Re: [PATCH] printk: Add loglevel for "do not print to consoles".

From: Michal Hocko
Date: Tue Apr 28 2020 - 11:45:38 EST


On Tue 28-04-20 22:11:19, Tetsuo Handa wrote:
> On 2020/04/28 21:18, Michal Hocko wrote:
> > On Tue 28-04-20 20:33:21, Tetsuo Handa wrote:
> >> On 2020/04/27 15:21, Sergey Senozhatsky wrote:
> >>>> KERN_NO_CONSOLES is for type of messages where "saved for later analysis" is
> >>>> important but "printed for immediate notification" is not important.
> >>>> In other words, KERN_NO_CONSOLES is NOT for dying messages where "printed for
> >>>> immediate notification" is important.
> >>>
> >>> per-console loglevel is a user configurable parameter.
> >>> KERN_NO_CONSOLES is a hard-coded policy.
> >>
> >> But given that whether to use KERN_NO_CONSOLES is configurable via e.g. sysctl,
> >> KERN_NO_CONSOLES will become a user configurable parameter.

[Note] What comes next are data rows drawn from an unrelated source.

function pondCard(p) {
  const stale = p.quality !== 'good' || (fin(p.age_s) && p.age_s > 300);
  const li = el('li', { class: `pond ${edgeClass(p.stage)}${stale ? ' stale' : ''}`, 'data-pond': p.pond });
  li.append(
    el('div', {},
      el('h3', {}, el('a', { href: `#/pond/${encodeURIComponent(p.pond)}`, text: p.pond }), ' ',
        el('span', { class: 'role', text: p.role })),
      el('span', { class: `stage ${stageClass(p.stage)}`, text: p.stage || 'no state' }),
      p.next_stage ? el('span', { class: 'muted', text: ` → ${p.next_stage}` }) : null),
    el('div', {},
      el('div', { class: 'big', text: densityText(p) }),
      el('div', { class: 'small' },
        el('span', { class: 'unc', title: 'standard uncertainty of the state (coverage factor 1); decisions keep twice this from a limit', text: uncertaintyText(p) }),
        `${uncertaintyText(p) ? ' · ' : ''}${otherDensityText(p)} at ${tref()}`)),
    el('div', { class: 'facts' },
      el('span', {}, 'Level ', el('b', { text: fin(p.depth_m) ? `${p.depth_m.toFixed(2)} m` : '–' })),
      el('span', {}, 'To target ', el('b', { text: span(range(p.days_to_target).low, range(p.days_to_target).high) })),
      el('span', {}, 'Next stage in ', el('b', { text: span(range(p.days_to_next_stage).low, range(p.days_to_next_stage).high) })),
      el('span', {}, 'Data ', el('b', { text: `${p.quality}${fin(p.age_s) ? ', ' + ageText(p.age_s) : ''}` }))),
    gauge(p));
  if ((p.alarms || []).length) li.append(el('div', { class: 'alarm-chips' }, ...p.alarms.map(alarmChip)));
  return li;
}

function transferLink(t) {
  const reasons = (t.reasons || []).map((r) => r.text || r.name).join('; ');
  return el('li', { class: 'link', 'data-transfer': t.transfer },
    el('span', { class: 'flowarrow', 'aria-hidden': 'true', text: '↓' }),
    el('span', { class: 'linkname' }, el('b', { text: t.transfer }), ` to ${t.destination} `),
    el('span', { class: `advice ${t.advice || 'none'}`, text: t.advice || 'no decision yet' }),
    el('span', { class: 'muted reasons', text: reasons }));
}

What's still wrong?
> >
> > How do I as a kernel developer know that KERN_NO_CONSOLES should be
> > used? In other words, how can I assume what a user will consider
> > important on the console?
> >
>
> Existing KERN_$LEVEL allows a user to determine whether he/she wants that message
> to be printed on consoles (even if it spams his/her operation doing on consoles), and
> at the same time constrains that user whether that message is saved to log files.
> KERN_NO_CONSOLES allows a user to control whether he/she wants that message to be
> saved to log files (without spamming his/her operation doing on consoles).

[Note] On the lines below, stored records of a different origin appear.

/* [mqtt] and [alarm NAME] in the site configuration: defaults, the rule
 * handed to the alarm engine, configured rules replacing built-in ones, and
 * each class of mistake reported as FILE:LINE. Limits here are test values;
 * the kinds' default limits are cited in plugin/hs_alarm_rules.c. */
#include <math.h>
#include <setjmp.h>
#include <stdarg.h>
#include <stddef.h>
#include <stdio.h>
#include <stdlib.h>
#include <string.h>
#include <unistd.h>
#include <cmocka.h>

#include "hs_conf_alarm.h"
#include "hs_conf_mqtt.h"
#include "hs_config.h"

static char dir[64];
static char path[128];
static char pwpath[128];

static int make_dir(void **state)
{
    (void)state;
    snprintf(dir, sizeof dir, "/tmp/hs-confma-XXXXXX");
    if (!mkdtemp(dir))
        return -1;
    snprintf(path, sizeof path, "%s/site.ini", dir);
    snprintf(pwpath, sizeof pwpath, "%s/mqtt.pw", dir);
    return 0;
}

static int remove_dir(void **state)
{
    (void)state;
    unlink(path);
    unlink(pwpath);
    return rmdir(dir);
}

static void write_file(const char *file, const char *text)
{
    FILE *f = fopen(file, "w");
    assert_non_null(f);
    assert_true(fputs(text, f) >= 0);
    assert_int_equal(fclose(f), 0);
}

/* Lines 1..35; a [transfer] header appended is line 36. */
#define BASE \
    "[site]\n"                          /* 1 */ \
    "name = test-works\n"               /* 2 */ \
    "latitude = 10\n"                   /* 3 */ \
    "[bus plc]\n"                       /* 4 */ \
    "type = tcp\n"                      /* 5 */ \
    "host = 127.0.0.1\n"                /* 6 */ \
    "port = 1502\n"                     /* 7 */ \
    "[pond a]\n"                        /* 8 */ \
    "role = brine-store\n"              /* 9 */ \
    "area = 2 ha\n"                     /* 10 */ \
    "next = b\n"                        /* 11 */ \
    "density_in = 1190 kg/m3\n"         /* 12 */ \
    "density_out = 1215 kg/m3\n"        /* 13 */ \
    "level_min = 0.5 m\n"               /* 14 */ \
    "level_max = 2 m\n"                 /* 15 */ \
    "[pond b]\n"                        /* 16 */ \
    "role = crystalliser\n"             /* 17 */ \
    "area = 5000 m2\n"                  /* 18 */ \
    "density_in = 1210 kg/m3\n"         /* 19 */ \
    "density_out = 1250 kg/m3\n"        /* 20 */ \
    "level_min = 0.1 m\n"               /* 21 */ \
    "level_max = 0.35 m\n"              /* 22 */ \
    "[signal a.temperature]\n"          /* 23 */ \
    "bus = plc\n"                       /* 24 */ \
    "address = 10\n"                    /* 25 */ \
    "type = int16\n"                    /* 26 */ \
    "unit = C\n"                        /* 27 */ \
    "[signal a.pump-run]\n"             /* 28 */ \
    "bus = plc\n"                       /* 29 */ \
    "address = 11\n"                    /* 30 */ \
    "type = uint16\n"                   /* 31 */ \
    "[signal a.pump-manual]\n"          /* 32 */ \
    "bus = plc\n"                       /* 33 */ \
    "address = 12\n"                    /* 34 */ \
    "type = uint16\n"                   /* 35 */

static void expect_error(const char *text, int line, const char *what)
{
    hs_site site;
    hs_diag diag;
    char prefix[200];
    write_file(path, text);
    assert_int_equal(hs_site_load(path, &site, &diag), -1);
    snprintf(prefix, sizeof prefix, "%s:%d: ", path, line);
    for (unsigned i = 0; i < diag.n; i++)
        if (strncmp(diag.msg[i], prefix, strlen(prefix)) == 0 && strstr(diag.msg[i], what))
            return;
    for (unsigned i = 0; i < diag.n; i++)
        print_message("got: %s\n", diag.msg[i]);
    fail_msg("no error '%s...%s'", prefix, what);
}

static void no_mqtt_section_means_off(void **unused)
{
    (void)unused;
    hs_site site;
    hs_diag diag;
    write_file(path, BASE);
    assert_int_equal(hs_site_load(path, &site, &diag), 0);
    assert_null(site.mqtt);
    assert_int_equal(site.n_alarms, 0);
    hs_site_free(&site);
}

static void mqtt_defaults(void **unused)
{
    (void)unused;
    hs_site site;
    hs_diag diag;
    write_file(path, BASE "[mqtt]\nuri = mqtt://127.0.0.1:1883\nusername = gw\n"
                          "password_file = mqtt.pw\n");
    assert_int_equal(hs_site_load(path, &site, &diag), 0);
    assert_non_null(site.mqtt);
    assert_string_equal(site.mqtt->topic_prefix, "halostage");
    assert_string_equal(site.mqtt->password_file, pwpath); /* relative to the config */
    assert_string_equal(site.mqtt->client_id, "halostaged-test-works");
    assert_int_equal(site.mqtt->keepalive_s, 30);
    assert_true(site.mqtt->enabled);
    assert_int_equal(site.mqtt->outbox_max, 100000);
    hs_site_free(&site);
}

static void mqtt_mistakes(void **unused)
{
    (void)unused;
    /* [mqtt] header is line 36, its first key line 37. */
    expect_error(BASE "[mqtt]\nuri = mqtts://127.0.0.1:8883\n", 37, "needs ca_file");
    expect_error(BASE "[mqtt]\nuri = http://127.0.0.1:8883\n", 37, "must start with mqtt://");
    expect_error(BASE "[mqtt]\nuri = mqtt://127.0.0.1:1883\ntopic_prefix = a/#\n", 38,
                 "topic_prefix");
    expect_error(BASE "[mqtt]\nuri = mqtt://127.0.0.1:1883\npassword_file = x\n", 38,
                 "needs username");
    expect_error(BASE "[mqtt]\n", 36, "uri");
}

static void alarm_rule_from_section(void **unused)
{
    (void)unused;
    hs_site site;
    hs_diag diag;
    write_file(path, BASE "[alarm late-bittern]\nkind = bittern-limit\nrole = crystalliser\n"
                          "high = 28.5\non_delay = 2min\n");
    assert_int_equal(hs_site_load(path, &site, &diag), 0);
    assert_int_equal(site.n_alarms, 1);
    const hs_alarm_rule *r = &site.alarms[0].rule;
    assert_string_equal(r->name, "late-bittern");
    assert_int_equal(r->kind, HS_RULE_BITTERN_LIMIT);
    assert_int_equal(r->quantity, HS_QTY_BAUME);
    assert_true(fabs(r->high - 28.5) < 1e-12);
    assert_int_equal(r->on_delay_ms, 120000);
    hs_alarm_rule def;
    hs_alarm_rule_default(&def, HS_RULE_BITTERN_LIMIT);
    assert_int_equal(r->off_delay_ms, def.off_delay_ms); /* not given: the kind's */
    assert_int_equal(r->priority, def.priority);
    hs_alarm_engine *eng = hs_alarm_new(1);
    assert_int_equal(hs_conf_alarms_apply(&site, eng), 1);
    assert_true(hs_alarm_has(eng, "b", "late-bittern"));  /* b is the crystalliser */
    assert_false(hs_alarm_has(eng, "a", "late-bittern"));
    hs_alarm_free(eng);
    hs_site_free(&site);
}

static void configured_rule_replaces_builtin(void **unused)
{
    (void)unused;
    hs_site site;
    hs_diag diag;
    write_file(path, BASE "[alarm level-high]\nkind = level-high\nponds = a, b\nhigh = 1.8 \n"
                          "priority = urgent\n");
    assert_int_equal(hs_site_load(path, &site, &diag), 0);
    hs_alarm_engine *eng = hs_alarm_new(1);
    assert_int_equal(hs_conf_alarms_apply(&site, eng), 2);
    /* What the runtime adds next from the pond's own level_max is refused. */
    hs_alarm_rule builtin;
    hs_alarm_rule_default(&builtin, HS_RULE_LEVEL_HIGH);
    snprintf(builtin.name, sizeof builtin.name, "level-high");
    builtin.high = 2.0;
    assert_int_equal(hs_alarm_add(eng, &builtin, "a"), HS_ALARM_REFUSED);
    hs_alarm_info info;
    assert_int_equal(hs_alarm_get(eng, 0, &info), 0);
    assert_int_equal(info.priority, HS_PRIORITY_URGENT);
    hs_alarm_free(eng);
    hs_site_free(&site);
}

static void alarm_mistakes(void **unused)
{
    (void)unused;
    expect_error(BASE "[alarm x]\nkind = density-band\nponds = a, nowhere\nlow = 1100\n", 38,
                 "no [pond nowhere]");
    expect_error(BASE "[alarm x]\nkind = level-high\nponds = a\n", 36, "'high' or 'low'");
    expect_error(BASE "[alarm x]\nkind = level-high\nponds = a\nrole = crystalliser\n"
                      "high = 1\n", 36, "either ponds or role");
    expect_error(BASE "[alarm x]\nkind = level-high\nrole = salt-lake\nhigh = 1\n", 38,
                 "not a pond role");
    expect_error(BASE "[alarm x]\nkind = salt-alert\nponds = a\n", 37, "kind");
    expect_error(BASE "[alarm x]\nkind = density-band\nponds = a\nlow = 1200\nhigh = 1100\n",
                 36, "'low' must be below 'high'");
    expect_error(BASE "[alarm x]\nkind = level-low\nponds = a\nlow = 0.2\npriority = soon\n",
                 40, "priority");
}

int main(void)
{
    const struct CMUnitTest tests[] = {
        cmocka_unit_test_setup_teardown(no_mqtt_section_means_off, make_dir, remove_dir),
        cmocka_unit_test_setup_teardown(mqtt_defaults, make_dir, remove_dir),
        cmocka_unit_test_setup_teardown(mqtt_mistakes, make_dir, remove_dir),
        cmocka_unit_test_setup_teardown(alarm_rule_from_section, make_dir, remove_dir),
        cmocka_unit_test_setup_teardown(configured_rule_replaces_builtin, make_dir, remove_dir),
        cmocka_unit_test_setup_teardown(alarm_mistakes, make_dir, remove_dir),
    };
    return cmocka_run_group_tests(tests, NULL, NULL);
}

I understand that. But how do I know whether the user considers the
particular information important enough to be dumped on the console.
This sounds like a policy in the kernel to me. I simply cannot forsee
any console configuration to tell whether my information is going to
swamp the console to no use or not. Compare that to KERN_$LEVEL instead.
I know that an information is of low/high importance. It is the user
policy to decide and base some filtering on top of that priority.